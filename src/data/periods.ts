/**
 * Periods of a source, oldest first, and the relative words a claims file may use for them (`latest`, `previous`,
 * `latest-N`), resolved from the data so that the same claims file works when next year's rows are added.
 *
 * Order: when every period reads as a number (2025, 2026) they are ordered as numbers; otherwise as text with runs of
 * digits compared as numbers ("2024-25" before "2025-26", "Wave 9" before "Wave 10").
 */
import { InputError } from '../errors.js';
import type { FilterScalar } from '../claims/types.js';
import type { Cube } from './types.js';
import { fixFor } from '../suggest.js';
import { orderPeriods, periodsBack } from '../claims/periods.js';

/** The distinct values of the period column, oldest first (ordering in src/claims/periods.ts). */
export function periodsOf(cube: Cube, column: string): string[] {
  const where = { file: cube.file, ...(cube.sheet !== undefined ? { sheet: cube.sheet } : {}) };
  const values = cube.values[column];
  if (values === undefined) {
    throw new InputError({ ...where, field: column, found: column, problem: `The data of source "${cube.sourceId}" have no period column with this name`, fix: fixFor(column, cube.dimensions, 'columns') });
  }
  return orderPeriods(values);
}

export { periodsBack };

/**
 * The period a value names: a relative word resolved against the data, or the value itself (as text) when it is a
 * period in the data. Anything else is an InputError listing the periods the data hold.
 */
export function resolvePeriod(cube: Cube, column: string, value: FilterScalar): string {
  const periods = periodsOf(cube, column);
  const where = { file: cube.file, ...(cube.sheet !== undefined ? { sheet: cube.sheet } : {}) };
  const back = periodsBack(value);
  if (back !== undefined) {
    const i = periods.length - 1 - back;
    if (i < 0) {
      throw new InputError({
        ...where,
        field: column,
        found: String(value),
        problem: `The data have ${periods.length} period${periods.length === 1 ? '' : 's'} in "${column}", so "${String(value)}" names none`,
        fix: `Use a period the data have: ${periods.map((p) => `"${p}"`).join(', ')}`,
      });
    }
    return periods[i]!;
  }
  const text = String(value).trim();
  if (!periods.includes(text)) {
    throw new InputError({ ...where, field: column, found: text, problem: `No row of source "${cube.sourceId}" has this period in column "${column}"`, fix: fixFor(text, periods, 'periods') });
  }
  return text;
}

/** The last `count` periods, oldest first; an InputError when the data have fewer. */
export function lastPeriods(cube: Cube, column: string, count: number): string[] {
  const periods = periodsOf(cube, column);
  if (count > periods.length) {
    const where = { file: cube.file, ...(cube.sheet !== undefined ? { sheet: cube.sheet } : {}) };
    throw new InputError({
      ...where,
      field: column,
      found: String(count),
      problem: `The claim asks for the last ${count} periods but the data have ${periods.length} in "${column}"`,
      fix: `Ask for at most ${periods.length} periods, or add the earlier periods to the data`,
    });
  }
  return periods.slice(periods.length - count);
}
§ §
## Exercise objective
Scan the material above for lines holding the string "import" and copy those lines.

## Problem solution
import { InputError } from '../errors.js';
import type { FilterScalar } from '../claims/types.js';
import type { Cube } from './types.js';
import { fixFor } from '../suggest.js';
import { orderPeriods, periodsBack } from '../claims/periods.js';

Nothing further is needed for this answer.